TASK ->
Only those lines in the data below from the line containing "await ctx.close();" through the line containing "string; rps: number;", both included, should be restated word for word.

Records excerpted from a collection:
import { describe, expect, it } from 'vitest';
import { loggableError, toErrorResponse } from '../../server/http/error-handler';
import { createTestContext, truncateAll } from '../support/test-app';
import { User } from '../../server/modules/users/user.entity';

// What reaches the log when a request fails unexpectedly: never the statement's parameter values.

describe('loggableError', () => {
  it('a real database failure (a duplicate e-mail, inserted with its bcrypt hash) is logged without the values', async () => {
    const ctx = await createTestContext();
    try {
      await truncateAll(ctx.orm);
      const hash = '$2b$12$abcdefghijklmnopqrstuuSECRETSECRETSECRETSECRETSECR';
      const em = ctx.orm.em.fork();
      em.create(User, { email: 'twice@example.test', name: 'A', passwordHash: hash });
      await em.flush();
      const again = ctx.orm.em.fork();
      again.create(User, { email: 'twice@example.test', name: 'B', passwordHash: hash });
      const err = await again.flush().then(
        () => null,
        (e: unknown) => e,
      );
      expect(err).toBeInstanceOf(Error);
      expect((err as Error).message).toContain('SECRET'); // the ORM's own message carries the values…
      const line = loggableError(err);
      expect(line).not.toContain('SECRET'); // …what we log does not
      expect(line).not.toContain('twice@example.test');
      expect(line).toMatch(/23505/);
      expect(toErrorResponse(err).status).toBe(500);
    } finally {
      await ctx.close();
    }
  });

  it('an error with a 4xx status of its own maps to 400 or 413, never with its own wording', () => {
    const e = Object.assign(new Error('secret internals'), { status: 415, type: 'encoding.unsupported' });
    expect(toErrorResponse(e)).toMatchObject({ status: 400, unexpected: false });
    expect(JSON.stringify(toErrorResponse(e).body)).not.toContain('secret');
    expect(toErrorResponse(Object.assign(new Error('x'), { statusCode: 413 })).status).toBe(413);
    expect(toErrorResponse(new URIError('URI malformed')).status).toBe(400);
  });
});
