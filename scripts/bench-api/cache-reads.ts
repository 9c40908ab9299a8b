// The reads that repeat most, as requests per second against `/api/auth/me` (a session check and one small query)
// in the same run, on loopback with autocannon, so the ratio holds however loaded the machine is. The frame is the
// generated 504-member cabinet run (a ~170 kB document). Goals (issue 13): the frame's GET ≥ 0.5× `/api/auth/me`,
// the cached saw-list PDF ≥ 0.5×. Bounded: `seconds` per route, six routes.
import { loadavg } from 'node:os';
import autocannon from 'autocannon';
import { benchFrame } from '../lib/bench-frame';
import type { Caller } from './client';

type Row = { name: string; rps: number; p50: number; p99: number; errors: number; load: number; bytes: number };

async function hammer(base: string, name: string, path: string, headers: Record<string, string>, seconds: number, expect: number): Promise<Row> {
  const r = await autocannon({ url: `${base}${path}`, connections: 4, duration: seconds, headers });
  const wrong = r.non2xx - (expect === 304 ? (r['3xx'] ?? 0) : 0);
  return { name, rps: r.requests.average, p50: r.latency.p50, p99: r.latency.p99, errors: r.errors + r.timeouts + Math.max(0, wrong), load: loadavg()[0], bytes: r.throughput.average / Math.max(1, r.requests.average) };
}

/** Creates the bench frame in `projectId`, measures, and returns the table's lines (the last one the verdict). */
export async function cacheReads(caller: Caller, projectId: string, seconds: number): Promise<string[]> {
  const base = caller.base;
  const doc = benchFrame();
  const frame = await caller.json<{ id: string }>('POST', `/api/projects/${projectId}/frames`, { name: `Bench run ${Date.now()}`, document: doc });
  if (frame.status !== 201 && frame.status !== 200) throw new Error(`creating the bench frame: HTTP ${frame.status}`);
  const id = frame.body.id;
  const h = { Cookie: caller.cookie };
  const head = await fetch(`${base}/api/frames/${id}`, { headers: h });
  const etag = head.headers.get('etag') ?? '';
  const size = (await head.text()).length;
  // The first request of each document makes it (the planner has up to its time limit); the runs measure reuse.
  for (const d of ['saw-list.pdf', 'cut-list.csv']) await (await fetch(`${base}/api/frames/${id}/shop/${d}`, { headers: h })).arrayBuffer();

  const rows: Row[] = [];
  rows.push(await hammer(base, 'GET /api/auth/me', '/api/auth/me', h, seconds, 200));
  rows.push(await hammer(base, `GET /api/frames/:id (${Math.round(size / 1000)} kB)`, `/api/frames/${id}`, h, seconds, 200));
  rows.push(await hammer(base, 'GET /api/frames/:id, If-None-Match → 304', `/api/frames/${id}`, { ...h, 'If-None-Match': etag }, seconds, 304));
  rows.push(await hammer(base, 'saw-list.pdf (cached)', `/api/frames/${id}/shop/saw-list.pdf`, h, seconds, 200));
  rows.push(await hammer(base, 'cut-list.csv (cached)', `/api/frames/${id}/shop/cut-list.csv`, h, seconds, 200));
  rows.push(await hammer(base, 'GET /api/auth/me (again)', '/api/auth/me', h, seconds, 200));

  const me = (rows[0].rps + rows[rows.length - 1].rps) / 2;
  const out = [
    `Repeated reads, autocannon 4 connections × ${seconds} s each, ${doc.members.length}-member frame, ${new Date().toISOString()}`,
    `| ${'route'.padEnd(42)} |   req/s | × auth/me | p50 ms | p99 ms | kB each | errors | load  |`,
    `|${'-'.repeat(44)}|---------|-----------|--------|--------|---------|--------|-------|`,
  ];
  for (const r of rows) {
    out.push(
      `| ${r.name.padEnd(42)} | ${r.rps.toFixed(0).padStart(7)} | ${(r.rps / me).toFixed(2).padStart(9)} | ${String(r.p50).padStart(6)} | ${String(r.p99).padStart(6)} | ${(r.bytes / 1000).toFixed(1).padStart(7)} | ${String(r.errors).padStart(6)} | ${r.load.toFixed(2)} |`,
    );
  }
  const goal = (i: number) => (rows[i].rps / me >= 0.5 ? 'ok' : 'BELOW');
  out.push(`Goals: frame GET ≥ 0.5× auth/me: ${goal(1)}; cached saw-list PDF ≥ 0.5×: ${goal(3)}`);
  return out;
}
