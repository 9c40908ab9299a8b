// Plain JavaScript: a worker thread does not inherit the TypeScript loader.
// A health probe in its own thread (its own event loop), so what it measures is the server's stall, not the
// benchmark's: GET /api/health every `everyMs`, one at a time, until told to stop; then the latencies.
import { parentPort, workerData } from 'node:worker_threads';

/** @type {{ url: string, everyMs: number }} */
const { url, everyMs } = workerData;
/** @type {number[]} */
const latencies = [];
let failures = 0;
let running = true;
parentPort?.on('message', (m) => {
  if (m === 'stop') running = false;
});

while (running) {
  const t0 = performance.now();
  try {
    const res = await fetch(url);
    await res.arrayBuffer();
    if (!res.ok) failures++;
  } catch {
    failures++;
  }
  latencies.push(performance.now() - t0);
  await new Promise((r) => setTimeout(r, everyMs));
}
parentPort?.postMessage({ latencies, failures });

ANSWER AREA ->
      await ctx.close();
    }
  });

  it('an error with a 4xx status of its own maps to 400 or 413, never with its own wording', () => {
    const e = Object.assign(new Error('secret internals'), { status: 415, type: 'encoding.unsupported' });
    expect(toErrorResponse(e)).toMatchObject({ status: 400, unexpected: false });
    expect(JSON.stringify(toErrorResponse(e).body)).not.toContain('secret');
    expect(toErrorResponse(Object.assign(new Error('x'), { statusCode: 413 })).status).toBe(413);
    expect(toErrorResponse(new URIError('URI malformed')).status).toBe(400);
  });
});
filename scripts/bench-api/cache-reads.ts
repository 9c40908ab9299a8b
// The reads that repeat most, as requests per second against `/api/auth/me` (a session check and one small query)
// in the same run, on loopback with autocannon, so the ratio holds however loaded the machine is. The frame is the
// generated 504-member cabinet run (a ~170 kB document). Goals (issue 13): the frame's GET ≥ 0.5× `/api/auth/me`,
// the cached saw-list PDF ≥ 0.5×. Bounded: `seconds` per route, six routes.
import { loadavg } from 'node:os';
import autocannon from 'autocannon';
import { benchFrame } from '../lib/bench-frame';
import type { Caller } from './client';

type Row = { name: string; rps: number; p50: number; p99: number; errors: number; load: number; bytes: number };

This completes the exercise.